(Saved data entries)

:::

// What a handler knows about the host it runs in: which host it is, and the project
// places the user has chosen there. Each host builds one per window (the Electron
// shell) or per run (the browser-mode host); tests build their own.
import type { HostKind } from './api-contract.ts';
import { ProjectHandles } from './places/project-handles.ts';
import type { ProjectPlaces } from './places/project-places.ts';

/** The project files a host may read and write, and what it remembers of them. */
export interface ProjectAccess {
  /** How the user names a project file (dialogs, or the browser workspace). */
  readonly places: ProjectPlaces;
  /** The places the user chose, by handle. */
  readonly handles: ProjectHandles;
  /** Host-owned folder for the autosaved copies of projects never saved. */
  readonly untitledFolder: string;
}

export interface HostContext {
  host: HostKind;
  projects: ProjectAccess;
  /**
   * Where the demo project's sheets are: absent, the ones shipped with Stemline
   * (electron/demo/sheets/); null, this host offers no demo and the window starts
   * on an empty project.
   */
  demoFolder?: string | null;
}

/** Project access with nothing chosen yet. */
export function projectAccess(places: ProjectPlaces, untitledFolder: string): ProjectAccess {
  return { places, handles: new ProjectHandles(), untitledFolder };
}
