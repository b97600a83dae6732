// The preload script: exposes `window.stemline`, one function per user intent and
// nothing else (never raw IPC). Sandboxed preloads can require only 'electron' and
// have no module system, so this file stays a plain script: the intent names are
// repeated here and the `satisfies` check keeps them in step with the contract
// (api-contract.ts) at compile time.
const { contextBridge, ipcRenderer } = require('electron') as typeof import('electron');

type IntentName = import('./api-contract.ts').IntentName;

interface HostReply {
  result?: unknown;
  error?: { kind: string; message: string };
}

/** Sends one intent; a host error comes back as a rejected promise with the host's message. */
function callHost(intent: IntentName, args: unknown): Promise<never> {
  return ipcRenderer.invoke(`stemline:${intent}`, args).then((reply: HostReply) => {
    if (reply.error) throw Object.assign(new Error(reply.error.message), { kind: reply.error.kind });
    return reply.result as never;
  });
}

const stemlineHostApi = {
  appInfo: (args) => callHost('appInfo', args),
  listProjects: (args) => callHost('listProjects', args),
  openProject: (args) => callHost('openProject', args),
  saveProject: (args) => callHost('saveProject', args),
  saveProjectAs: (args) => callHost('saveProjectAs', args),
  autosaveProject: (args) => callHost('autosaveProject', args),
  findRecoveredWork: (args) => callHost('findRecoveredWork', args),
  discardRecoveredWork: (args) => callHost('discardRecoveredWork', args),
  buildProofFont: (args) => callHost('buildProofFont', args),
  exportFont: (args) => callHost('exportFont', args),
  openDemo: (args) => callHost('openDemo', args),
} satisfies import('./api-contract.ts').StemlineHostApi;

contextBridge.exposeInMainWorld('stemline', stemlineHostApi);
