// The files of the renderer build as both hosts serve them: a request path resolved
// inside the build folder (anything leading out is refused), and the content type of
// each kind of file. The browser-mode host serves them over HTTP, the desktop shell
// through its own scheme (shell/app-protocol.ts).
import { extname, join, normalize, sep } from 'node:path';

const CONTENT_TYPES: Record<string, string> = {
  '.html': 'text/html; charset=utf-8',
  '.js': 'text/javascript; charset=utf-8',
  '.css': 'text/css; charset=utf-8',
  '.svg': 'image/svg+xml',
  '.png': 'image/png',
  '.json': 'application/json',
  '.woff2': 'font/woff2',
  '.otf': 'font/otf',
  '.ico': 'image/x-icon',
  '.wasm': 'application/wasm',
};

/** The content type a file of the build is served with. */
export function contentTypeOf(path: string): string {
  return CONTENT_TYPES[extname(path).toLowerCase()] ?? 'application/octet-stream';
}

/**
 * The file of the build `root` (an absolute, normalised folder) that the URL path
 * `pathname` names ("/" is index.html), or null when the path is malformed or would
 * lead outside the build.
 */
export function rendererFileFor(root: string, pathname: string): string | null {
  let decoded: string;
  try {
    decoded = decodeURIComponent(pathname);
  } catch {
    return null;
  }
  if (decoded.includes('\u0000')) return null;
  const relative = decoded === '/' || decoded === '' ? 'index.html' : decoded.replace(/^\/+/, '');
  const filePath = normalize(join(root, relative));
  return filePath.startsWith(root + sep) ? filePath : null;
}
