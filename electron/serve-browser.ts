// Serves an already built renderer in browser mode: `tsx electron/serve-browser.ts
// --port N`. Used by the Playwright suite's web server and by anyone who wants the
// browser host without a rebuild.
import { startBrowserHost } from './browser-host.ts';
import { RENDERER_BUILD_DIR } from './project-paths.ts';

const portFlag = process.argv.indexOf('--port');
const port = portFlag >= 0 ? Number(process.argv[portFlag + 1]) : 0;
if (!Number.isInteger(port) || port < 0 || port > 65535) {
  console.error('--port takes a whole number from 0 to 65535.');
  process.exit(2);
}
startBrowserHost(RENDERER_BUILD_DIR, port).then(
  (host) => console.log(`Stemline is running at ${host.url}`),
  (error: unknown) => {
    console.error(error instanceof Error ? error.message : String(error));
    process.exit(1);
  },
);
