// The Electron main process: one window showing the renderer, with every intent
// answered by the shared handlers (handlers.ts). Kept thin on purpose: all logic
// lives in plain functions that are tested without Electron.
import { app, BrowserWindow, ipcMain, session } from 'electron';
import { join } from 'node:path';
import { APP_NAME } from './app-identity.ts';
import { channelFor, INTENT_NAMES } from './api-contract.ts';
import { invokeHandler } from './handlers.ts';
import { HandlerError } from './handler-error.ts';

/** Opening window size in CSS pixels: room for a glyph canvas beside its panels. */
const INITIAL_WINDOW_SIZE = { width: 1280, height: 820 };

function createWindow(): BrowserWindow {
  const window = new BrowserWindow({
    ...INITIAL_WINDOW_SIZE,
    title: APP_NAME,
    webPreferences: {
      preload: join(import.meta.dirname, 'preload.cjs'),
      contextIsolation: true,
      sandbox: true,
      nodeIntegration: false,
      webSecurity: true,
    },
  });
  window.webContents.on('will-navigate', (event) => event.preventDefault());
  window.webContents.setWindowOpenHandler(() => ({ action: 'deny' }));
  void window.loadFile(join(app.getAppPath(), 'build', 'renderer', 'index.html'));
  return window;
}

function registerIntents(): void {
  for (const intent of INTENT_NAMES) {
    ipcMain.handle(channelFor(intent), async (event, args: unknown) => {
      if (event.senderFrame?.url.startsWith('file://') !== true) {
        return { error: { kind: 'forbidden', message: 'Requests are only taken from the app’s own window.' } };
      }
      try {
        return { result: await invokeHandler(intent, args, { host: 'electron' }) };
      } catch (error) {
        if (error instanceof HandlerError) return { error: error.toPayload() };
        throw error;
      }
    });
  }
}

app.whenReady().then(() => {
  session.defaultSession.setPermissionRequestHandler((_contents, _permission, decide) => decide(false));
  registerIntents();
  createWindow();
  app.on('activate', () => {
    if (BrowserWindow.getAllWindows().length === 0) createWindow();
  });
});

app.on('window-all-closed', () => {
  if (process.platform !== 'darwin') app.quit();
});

:::

▶ _Problem details_:
Lines with "startBrowserHost": return each one from the data above.

▶ _Problem solution_:
import { startBrowserHost } from './browser-host.ts';
startBrowserHost(RENDERER_BUILD_DIR, port).then(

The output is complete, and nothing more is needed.